Implementing Comb Sort

Comb Sort improves Bubble Sort by using a gap greater than 1. This gap is reduced by a "shrink factor" (typically 1.3) in each pass until it becomes 1, at which point it behaves like a Bubble Sort, ensuring full sorting.

// Comb Sort on Array of Integers
#include <iostream>
#include <vector>
#include <algorithm> // For std::swap

// Function to perform Comb Sort
void combSort(std::vector<int>& arr) {
    int n = arr.size();
    
    // Initialize gap
    int gap = n;
    
    // Initialize swapped flag for the outer loop (to check if any swaps happened)
    bool swapped = true;

    // Loop until gap becomes 1 and no more swaps occur
    while (gap != 1 || swapped == true) {
        // Update gap for the next pass
        // A common shrink factor is 1.3
        gap = (int)(gap / 1.3);
        if (gap < 1) {
            gap = 1; // Ensure gap is at least 1
        }
        
        swapped = false; // Reset swapped flag for this pass
        
        // Perform a "bubble sort" pass with the current gap
        for (int i = 0; i < n - gap; ++i) {
            if (arr[i] > arr[i + gap]) {
                std::swap(arr[i], arr[i + gap]);
                swapped = true; // Indicate that a swap occurred
            }
        }
    }
}

int main() {
    // Step 1: Define an array of integers to be sorted
    std::vector<int> numbers = {8, 4, 1, 5, 9, 2, 7, 3, 6};

    // Step 2: Print the original array
    std::cout << "Original array: ";
    for (int num : numbers) {
        std::cout << num << " ";
    }
    std::cout << std::endl;

    // Step 3: Call the combSort function to sort the array
    combSort(numbers);

    // Step 4: Print the sorted array
    std::cout << "Sorted array (Comb Sort): ";
    for (int num : numbers) {
        std::cout << num << " ";
    }
    std::cout << std::endl;

    return 0;
}

Run

Sample Output:

Original array: 8 4 1 5 9 2 7 3 6 
Sorted array (Comb Sort): 1 2 3 4 5 6 7 8 9

Stepwise Explanation:

1. combSort Function: This function takes a std::vector by reference, allowing it to modify the original array.
2. Initialize gap: The gap is initially set to the size of the array (n).
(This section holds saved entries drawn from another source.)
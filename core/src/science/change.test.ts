import fc from 'fast-check';
import { describe, expect, it } from 'vitest';
import {
  annualMortality,
  annualRecruitment,
  type ChangeTree,
  type ChangeVisit,
  instantaneousMortality,
  instantaneousRecruitment,
  plotChange,
  yearsBetween,
} from './change';
import { basalAreaM2 } from './structure';

const rel = (got: number | null, want: number): number => Math.abs((got as number) - want) / Math.abs(want);

const live = (treeId: string, dbhCm: number, agbKg: number, inSubplot = false): ChangeTree => ({ treeId, dbhCm, status: 'live', stumpCause: null, inSubplot, agbKg });
const dead = (treeId: string, dbhCm: number): ChangeTree => ({ treeId, dbhCm, status: 'dead', stumpCause: null, inSubplot: false, agbKg: null });
const stump = (treeId: string, dbhCm: number, cause: 'logged' | 'natural' | 'unknown'): ChangeTree => ({ treeId, dbhCm, status: 'stump', stumpCause: cause, inSubplot: false, agbKg: null });

describe('yearsBetween', () => {
  it('counts 365.25-day years: 2016-03-01 → 2020-03-01 is 1461 days = 4 years exactly (calendar arithmetic)', () => {
    expect(yearsBetween('2016-03-01', '2020-03-01')).toBe(4);
  });
  it('2019-01-01 → 2020-01-01 is 365 days = 365/365.25 years (computed by hand)', () => {
    expect(yearsBetween('2019-01-01', '2020-01-01')).toBe(365 / 365.25);
  });
  it('refuses a second date that is not after the first, and a malformed date', () => {
    expect(() => yearsBetween('2020-01-01', '2020-01-01')).toThrow(/yearsBetween: the second date/);
    expect(() => yearsBetween('2020-1-1', '2021-01-01')).toThrow(/yearsBetween: a date/);
  });
});

// Every value below is computed by hand from the formula in docs/methods.md#change-between-visits (a
// calculator for the logarithms and roots). No published worked value is pinned: none is recalled with
// enough certainty to quote its digits (from memory, the permanent-plot literature reports such rates
// in %/yr without the counts needed to redo them).
describe('rates (computed by hand from the formula in docs/methods.md#change-between-visits)', () => {
  it('m = ln(N0/Ns)/t: N0 = 100, Ns = 90, t = 5 → ln(10/9)/5 = 0.105360515657826/5 = 0.0210721031315652', () => {
    expect(rel(instantaneousMortality(100, 90, 5), 0.0210721031315652)).toBeLessThan(1e-13);
  });
  it('annual mortality 1 − (Ns/N0)^(1/t) = 1 − exp(−m) (the annual and instantaneous forms of one constant rate): 1 − 0.9^0.2 = 0.0208516376', () => {
    expect(rel(annualMortality(100, 90, 5), 0.020851637639023)).toBeLessThan(1e-10);
    expect(rel(annualMortality(100, 90, 5), 1 - Math.exp(-(instantaneousMortality(100, 90, 5) as number)))).toBeLessThan(1e-12);
  });
  it('r = ln(Nt/Ns)/t: Nt = 110, Ns = 90, t = 5 → ln(11/9)/5 = 0.200670695462151/5 = 0.0401341390924302', () => {
    expect(rel(instantaneousRecruitment(110, 90, 5), 0.0401341390924302)).toBeLessThan(1e-13);
  });
  it('annual recruitment 1 − (1 − Nr/Nt)^(1/t): Nt = 110, Nr = 20, t = 5 → 1 − (9/11)^0.2 = 0.0393398... = 1 − exp(−r)', () => {
    expect(rel(annualRecruitment(110, 20, 5), 1 - Math.pow(9 / 11, 0.2))).toBeLessThan(1e-15);
    expect(rel(annualRecruitment(110, 20, 5), 1 - Math.exp(-(instantaneousRecruitment(110, 90, 5) as number)))).toBeLessThan(1e-12);
  });
  it('is null, never 0 or infinity, where a count makes a rate undefined', () => {
    expect(instantaneousMortality(0, 0, 5)).toBeNull(); // nothing to die
    expect(instantaneousMortality(10, 0, 5)).toBeNull(); // ln(10/0) is infinite
    expect(instantaneousRecruitment(0, 0, 5)).toBeNull();
    expect(instantaneousRecruitment(4, 0, 5)).toBeNull();
    expect(annualMortality(0, 0, 5)).toBeNull();
    expect(annualRecruitment(0, 0, 5)).toBeNull();
  });
  it('every tree dying in the interval is an annual mortality of 1 (defined: (0/N0)^(1/t) = 0)', () => {
    expect(annualMortality(10, 0, 5)).toBe(1);
    expect(annualRecruitment(4, 4, 5)).toBe(1);
  });
  it('refuses impossible counts and intervals', () => {
    expect(() => instantaneousMortality(5, 6, 1)).toThrow(/instantaneousMortality: counts/);
    expect(() => annualRecruitment(5, 1.5, 1)).toThrow(/annualRecruitment: counts/);
    expect(() => annualMortality(5, 1, 0)).toThrow(/annualMortality: years/);
  });
});
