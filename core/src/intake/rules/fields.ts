import { defineRule } from './rule';

// Fields: each value on its own, against the type, range and allowed values of the format.

export const FIELD = {
  required: defineRule('field', 'field_required', 'error', 'A required value is empty.'),
  notNumber: defineRule('field', 'field_not_number', 'error', 'A numeric column holds something that is not a number.'),
  outOfRange: defineRule('field', 'field_out_of_range', 'error', 'A number lies outside the range the format allows.'),
  notInteger: defineRule('field', 'field_not_integer', 'error', 'A class or code column holds something other than a whole number.'),
  notAllowed: defineRule('field', 'field_not_allowed', 'error', 'A value is not one of the words the column allows.'),
  badDate: defineRule('field', 'field_bad_date', 'error', 'A date is not a real calendar date written YYYY-MM-DD.'),
  dateInFuture: defineRule('field', 'field_date_in_future', 'error', 'A survey date lies in the future.'),
  dateTooEarly: defineRule('field', 'field_date_too_early', 'error', 'A survey date lies before 1800.'),
  tooLong: defineRule('field', 'field_too_long', 'error', 'A text value is longer than the column allows.'),
  badCharacters: defineRule('field', 'field_bad_characters', 'error', 'A key holds characters other than A-Z a-z 0-9 _ . -.'),
  unknownForestType: defineRule('field', 'field_unknown_forest_type', 'error', 'A forest type code is not in the configured list.'),
  reservedRegion: defineRule('field', 'field_reserved_region', 'error', 'A region is named "national", the name the exports give to all regions together.'),
  speciesNameForm: defineRule('field', 'field_species_name_form', 'error', 'An accepted name in species.csv is not written "Genus epithet".'),
  nulCharacter: defineRule('field', 'field_nul_character', 'error', 'A value holds a NUL character (byte 0x00), which no text column of the database can store.'),
} as const;

export const fieldMessages = {
  nulCharacter: (column: string | null) =>
    `${column ?? 'a header name'} holds a NUL character (byte 0x00), which cannot be stored; the file may be damaged or written by a program that pads with zero bytes — remove them and upload again`,
};
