// A validation rule: a stable code (lower_snake_case, prefixed by its family), a severity, and one
// sentence saying when it fires. Codes are a contract with uploaders and scripts: never rename one.

export type Severity = 'error' | 'warning';
export type RuleFamily = 'structure' | 'field' | 'row' | 'cross' | 'plausibility';

export interface Rule {
  readonly code: string;
  readonly family: RuleFamily;
  readonly severity: Severity;
  /** When the rule fires, for RULES.md and reports. */
  readonly summary: string;
}

/** Defines a rule; the code must start with its family (row and cross rules share `row_`/`cross_`). */
export function defineRule(family: RuleFamily, code: string, severity: Severity, summary: string): Rule {
  if (!/^[a-z]+(_[a-z0-9]+)+$/.test(code) || !code.startsWith(`${family}_`)) {
    throw new Error(`defineRule: ${code} is not a lower_snake_case code of the ${family} family`);
  }
  return Object.freeze({ code, family, severity, summary });
}

/** A value quoted for a message, shortened so one bad cell cannot flood a report. */
export function shown(value: string, max = 60): string {
  return JSON.stringify(value.length > max ? `${value.slice(0, max)}…` : value);
}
This means the first comparisons will be between elements far apart.
3. Initialize swapped: A boolean swapped flag is used to track if any swaps occurred in a pass. This is crucial for the final phase when gap becomes 1; if no swaps occur, the array is sorted.
4. Outer while Loop: This loop continues as long as the gap is greater than 1 or if swaps were made in the previous pass (even if gap is 1).
5. Shrink Gap: In each iteration of the outer loop, the gap is reduced by dividing it by a shrink factor (1.3). If the calculated gap becomes less than 1, it's set to 1 to ensure that elements are compared directly.
6. Inner for Loop: This loop iterates through the array, comparing arr[i] with arr[i + gap].
7. Comparison and Swap: If arr[i] is greater than arr[i + gap], their positions are swapped using std::swap, and the swapped flag is set to true.
8. Termination: The process continues until the gap is 1 and a full pass occurs without any swaps, indicating the array is completely sorted.

Conclusion

Comb Sort is an efficient comparison-based sorting algorithm that addresses the "turtle" problem of Bubble Sort by using a decreasing gap. It offers a good balance between simplicity and performance, particularly for arrays where Bubble Sort struggles. Its average-case time complexity is approximately O(N log N), making it a viable option for many sorting tasks.

Summary

• Comb Sort is an improvement over Bubble Sort, primarily by eliminating "turtles" (small elements at the end, large elements at the start).
• It uses a gap that shrinks over time, typically by a factor of 1.3, allowing comparisons over longer distances initially.
• The algorithm ends with a gap of 1, effectively becoming a Bubble Sort for the final passes to ensure complete sorting.
• Its average-case performance is significantly better than Bubble Sort, approaching O(N log N) but with a simpler implementation than more advanced sorts.
• Suitable for situations requiring a moderately efficient sort that is easy to understand and implement.